I also appreciate every little hug, smile, and “I love you” so much more. I’m acutely aware that there will be a point when those gifts will cease and he will not know who I am.

It’s difficult for anyone not with Marshall on a daily basis to understand how he is really doing. The disease’s progression has been exceptionally slow considering how long he has had it. This is due to good medicine, good doctors, and good home care. I’ve made a conscious effort to keep him engaged and living with a purpose, get him up and out every day, and remind him how important he is to me.

Marshall looks strong and healthy and still dazzles anyone he encounters with a little story about “the good old days” or a bit of magic. His charm and charisma overshadows the fact that he cannot follow a conversation and understands little about basic daily activities.
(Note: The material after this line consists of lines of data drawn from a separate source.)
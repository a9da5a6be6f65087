package org.nodewright.physics.inverse;

import java.util.ArrayList;
import java.util.List;
import java.util.function.BooleanSupplier;
import org.hipparchus.linear.Array2DRowRealMatrix;
import org.hipparchus.linear.ArrayRealVector;
import org.hipparchus.linear.RealVector;
import org.hipparchus.util.Pair;
import org.nodewright.physics.Require;
import org.nodewright.physics.aircolumn.Fingering;
import org.nodewright.physics.tuning.Cents;

/**
 * Moves tone holes (and optionally resizes them and trims the foot) so that every fingering
 * sounds its target: Levenberg–Marquardt (Hipparchus {@link LevenbergMarquardtOptimizer}, after
 * Moré 1978) on the residuals r_i = 1200 log2(f_i / f_target,i) in cents, with
 *
 * <ul>
 *   <li>a forward-difference Jacobian (steps {@link #STEP_MM});</li>
 *   <li>bounds (the maker's limits) enforced by clamping each trial point;</li>
 *   <li>a spacing residual {@link #SPACING_WEIGHT} cents per mm of overlap when neighbouring holes
 *       come closer than the minimum wall;</li>
 *   <li>a weak pull back to the starting layout ({@link #STAY_WEIGHT} cents per mm), which keeps
 *       the problem well posed when there are more unknowns than notes and changes the achieved
 *       cents by far less than the tolerance.</li>
 * </ul>
 */
public final class ToneHoleSolver {

    /** Finite-difference step: small against a hole, large against rounding of a frequency search. */
    public static final double STEP_MM = 1e-2;
    public static final double SPACING_WEIGHT = 50.0;
    public static final double STAY_WEIGHT = 1e-3;

    private final double toleranceCents;
    private final int maxEvaluations;

    /**
     * @param toleranceCents stop once every fingering is this close (e.g. 0.1 cents)
     * @param maxEvaluations cap on model evaluations (each evaluates every fingering)
     */
    public ToneHoleSolver(double toleranceCents, int maxEvaluations) {
        Require.positive("toleranceCents", toleranceCents);
        Require.atLeastOne("maxEvaluations", maxEvaluations);
        this.toleranceCents = toleranceCents;
        this.maxEvaluations = maxEvaluations;
    }

    /**
     * @param lengthBeforeFootMm bore length up to the last section (positions beyond it lie in the foot)
     * @throws SolveCancelledException when {@code cancelled} turns true
     */
    public ToneHoleSolution solve(PlayingFrequencyModel model, HoleLayout start, double lengthBeforeFootMm,
            List<Fingering> fingerings, SolverLimits limits, SolveProgress progress, BooleanSupplier cancelled) {
        if (fingerings.isEmpty()) {
            throw new IllegalArgumentException("at least one fingering is needed");
        }
        for (Fingering f : fingerings) {
            for (int h : f.closedHoles()) {
                if (h < 0 || h >= start.holeCount()) {
                    throw new IllegalArgumentException("fingering " + f.name() + " closes hole " + h
                            + ", the bore has " + start.holeCount());
                }
            }
        }
        Run run = new Run(model, start, lengthBeforeFootMm, fingerings, limits, progress, cancelled);
        double[] startHz = run.frequencies(start, null);
        run.guess = startHz.clone();
        // keeps the best layout seen so far when the cap ends the run or the optimiser stalls
        int iterations = BestKeptFit.run(run::value, run.residualCount(), run.encode(start), run::clamp,
                () -> run.bestWorst <= toleranceCents);
        HoleLayout best = run.best == null ? start : run.best;
        double[] endHz = run.frequencies(best, run.bestHz);
        List<ToneHoleSolution.Note> notes = new ArrayList<>();
        double worst = 0;
        for (int i = 0; i < fingerings.size(); i++) {
            Fingering f = fingerings.get(i);
            double c = Cents.between(endHz[i], f.targetHz());
            worst = Math.max(worst, Math.abs(c));
            notes.add(new ToneHoleSolution.Note(f.name(), f.targetHz(), startHz[i], endHz[i],
                    Cents.between(startHz[i], f.targetHz()), c));
        }
        List<ToneHoleSolution.HoleChange> holes = new ArrayList<>();
        for (int h = 0; h < start.holeCount(); h++) {
            holes.add(new ToneHoleSolution.HoleChange(h, best.position(h), best.position(h) - start.position(h),
                    best.diameter(h), best.diameter(h) - start.diameter(h)));
        }
        return new ToneHoleSolution(best, notes, holes, best.footLengthMm() - start.footLengthMm(), iterations,
                run.evaluations, worst <= toleranceCents);
    }

    /** State of one solve: the parameter encoding, the best layout seen, counters. */
    private final class Run {
        private final PlayingFrequencyModel model;
        private final HoleLayout start;
        private final double lengthBeforeFoot;
        private final List<Fingering> fingerings;
        private final SolverLimits limits;
        private final SolveProgress progress;
        private final BooleanSupplier cancelled;
        private final int holes;
        private final int parameters;
        private final double[] lower;
        private final double[] upper;
        private final double[] startPoint;
        double[] guess;
        int evaluations;
        HoleLayout best;
        double[] bestHz;
        double bestWorst = Double.POSITIVE_INFINITY;

        Run(PlayingFrequencyModel model, HoleLayout start, double lengthBeforeFoot, List<Fingering> fingerings,
                SolverLimits limits, SolveProgress progress, BooleanSupplier cancelled) {
            this.model = model;
            this.start = start;
            this.lengthBeforeFoot = lengthBeforeFoot;
            this.fingerings = fingerings;
            this.limits = limits;
            this.progress = progress;
            this.cancelled = cancelled;
            this.holes = start.holeCount();
            this.parameters = holes + (limits.varyDiameters() ? holes : 0) + (limits.varyFoot() ? 1 : 0);
            this.lower = new double[parameters];
            this.upper = new double[parameters];
            double longestBore = lengthBeforeFoot + (limits.varyFoot() ? limits.maxFootMm() : start.footLengthMm());
            for (int h = 0; h < holes; h++) {
                lower[h] = limits.minPositionMm();
                upper[h] = longestBore - limits.maxPositionMargin();
                if (limits.varyDiameters()) {
                    lower[holes + h] = limits.minDiameterMm();
                    upper[holes + h] = limits.maxDiameterMm();
                }
            }
            if (limits.varyFoot()) {
                lower[parameters - 1] = limits.minFootMm();
                upper[parameters - 1] = limits.maxFootMm();
            }
            for (int p = 0; p < parameters; p++) {
                if (!(lower[p] <= upper[p])) {
                    throw new IllegalArgumentException("the limits leave no room for parameter " + p);
                }
            }
            this.startPoint = clamp(new ArrayRealVector(encode(start))).toArray();
        }

        int residualCount() {
            return fingerings.size() + parameters + Math.max(0, holes - 1);
        }

        double[] encode(HoleLayout layout) {
            double[] x = new double[parameters];
            for (int h = 0; h < holes; h++) {
                x[h] = layout.position(h);
                if (limits.varyDiameters()) {
                    x[holes + h] = layout.diameter(h);
                }
            }
            if (limits.varyFoot()) {
                x[parameters - 1] = layout.footLengthMm();
            }
            return x;
        }

        HoleLayout decode(double[] x) {
            double[] pos = new double[holes];
            double[] dia = start.diametersMm();
            for (int h = 0; h < holes; h++) {
                pos[h] = x[h];
                if (limits.varyDiameters()) {
                    dia[h] = x[holes + h];
                }
            }
            return new HoleLayout(pos, dia, limits.varyFoot() ? x[parameters - 1] : start.footLengthMm());
        }

        /** Box limits, then no hole centre nearer the (possibly moved) output end than the margin. */
        RealVector clamp(RealVector point) {
            double[] x = point.toArray();
            for (int p = 0; p < parameters; p++) {
                x[p] = Math.min(upper[p], Math.max(lower[p], x[p]));
            }
            double foot = limits.varyFoot() ? x[parameters - 1] : start.footLengthMm();
            double last = lengthBeforeFoot + foot - limits.maxPositionMargin();
            for (int h = 0; h < holes; h++) {
                x[h] = Math.max(lower[h], Math.min(last, x[h]));
            }
            return new ArrayRealVector(x, false);
        }

        double[] frequencies(HoleLayout layout, double[] guesses) {
            if (cancelled.getAsBoolean()) {
                throw new SolveCancelledException();
            }
            double[] hz = new double[fingerings.size()];
            for (int i = 0; i < hz.length; i++) {
                Fingering f = fingerings.get(i);
                double g = guesses == null ? f.targetHz() : guesses[i];
                hz[i] = model.soundingHz(layout, f, g);
                if (Double.isNaN(hz[i]) && guesses != null) {
                    hz[i] = model.soundingHz(layout, f, f.targetHz());
                }
                if (Double.isNaN(hz[i])) {
                    throw new IllegalArgumentException("fingering " + f.name()
                            + " has no resonance near its target for the layout " + layout);
                }
            }
            return hz;
        }

        double[] residuals(double[] x, double[] hz) {
            double[] r = new double[residualCount()];
            int k = 0;
            for (int i = 0; i < fingerings.size(); i++) {
                r[k++] = Cents.between(hz[i], fingerings.get(i).targetHz());
            }
            for (int p = 0; p < parameters; p++) {
                r[k++] = STAY_WEIGHT * (x[p] - startPoint[p]);
            }
            double[] dia = decode(x).diametersMm();
            for (int h = 0; h + 1 < holes; h++) {
                double gap = (x[h + 1] - dia[h + 1] / 2) - (x[h] + dia[h] / 2) - limits.minSpacingMm();
                r[k++] = SPACING_WEIGHT * Math.min(0.0, gap);
            }
            return r;
        }

        Pair<RealVector, org.hipparchus.linear.RealMatrix> value(RealVector point) {
            double[] x = point.toArray();
            HoleLayout layout = decode(x);
            double[] hz = count(frequencies(layout, guess));
            guess = hz;
            double[] r0 = residuals(x, hz);
            double worst = 0;
            for (int i = 0; i < fingerings.size(); i++) {
                worst = Math.max(worst, Math.abs(r0[i]));
            }
            if (worst < bestWorst) {
                bestWorst = worst;
                best = layout;
                bestHz = hz.clone();
            }
            double[][] jacobian = new double[r0.length][parameters];
            for (int p = 0; p < parameters && bestWorst > toleranceCents; p++) {
                double[] xp = x.clone();
                double step = xp[p] + STEP_MM > upper[p] ? -STEP_MM : STEP_MM;
                xp[p] += step;
                double[] rp = residuals(xp, count(frequencies(decode(xp), hz)));
                for (int i = 0; i < r0.length; i++) {
                    jacobian[i][p] = (rp[i] - r0[i]) / step;
                }
            }
            return new Pair<>(new ArrayRealVector(r0, false), new Array2DRowRealMatrix(jacobian, false));
        }

        private double[] count(double[] hz) {
            evaluations++;
            progress.update(evaluations, maxEvaluations, bestWorst);
            if (evaluations >= maxEvaluations) {
                throw new BestKeptFit.EvaluationCap();
            }
            return hz;
        }
    }
}
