package org.nodewright.physics.inverse;

import static org.nodewright.physics.Units.INCH;

import java.util.ArrayList;
import java.util.List;
import org.nodewright.physics.strings.Material;

/**
 * The workshop's stock gauges when the maker gives none (common practice for sold strings):
 * metal plain strings every 0.0005 in from 0.007 to 0.020 in and every 0.001 in to 0.026 in;
 * metal wound strings every 0.001 in from 0.017 to 0.080 in (outer diameter); polymer and gut
 * strings (density below 2000 kg/m³) every 0.01 mm from 0.40 to 2.00 mm.
 */
public final class GaugeStock {

    private GaugeStock() {
    }

    public static List<Double> gaugesM(Material core, boolean wound) {
        List<Double> out = new ArrayList<>();
        if (core.densityKgPerM3() < 2000) {
            for (int hundredths = 40; hundredths <= 200; hundredths++) {
                out.add(hundredths * 1e-5);
            }
        } else if (wound) {
            for (int mils = 17; mils <= 80; mils++) {
                out.add(mils * 1e-3 * INCH);
            }
        } else {
            for (int halfMils = 14; halfMils <= 40; halfMils++) {
                out.add(halfMils * 0.5e-3 * INCH);
            }
            for (int mils = 21; mils <= 26; mils++) {
                out.add(mils * 1e-3 * INCH);
            }
        }
        return List.copyOf(out);
    }
}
People often remark that they are surprised when Marshall does remembers something, as if once diagnosed a switch completely turned off his brain. Rather, Alzheimer’s is more like a light fixture with frayed wiring. Sometimes the lights are on. Sometimes they flicker. Periodically bulbs burn out and cannot be replaced.

I’m fine most of the time, until I stop and think about what is happening. As the lights continue to dim, they perpetuate a state of mourning in me. I’m deeply saddened as little by little I say good-bye to another part of our marriage. It’s painful to reflect and remember when, or worse, to project and fear what is to come.

So instead, I just keep going, just keep doing the next right thing as my brother John reminds me to do. I’m enjoying the moment. And this moment is a celebration of the blessing of our eighteen loving years together.

©2013, Mary K. Doyle

Love and Marriage Monday, Jun 3 2013 

My husband, Marshall, tells me he loves me all day, every day. When said with sincerity, those three words are intoxicating. A woman will do anything for a husband who showers her with them.

Marriage has its challenges. No doubt, there will be disagreements, worries, and disappointments in every marriage. But when two people who love, respect, and care for each other align with their goals and work together smoothly, there isn’t anything like it. And that love part is the magic ingredient. Who doesn’t want to love and be loved?

My son-in-law, Steve, and I had an interesting conversation about young girls’ dreams. He was surprised to learn how young we are when we begin to think of marriage and babies. He said it is the furthest thing from the thought-process of young boys.

It is true. Girls dream of being loved and having a family before we even attend school. The ultimate fantasy is to be married to a man who cherishes us.

I feel very blessed to have my little girl dream-come-true.  Everything seems possible when you have that kind of love.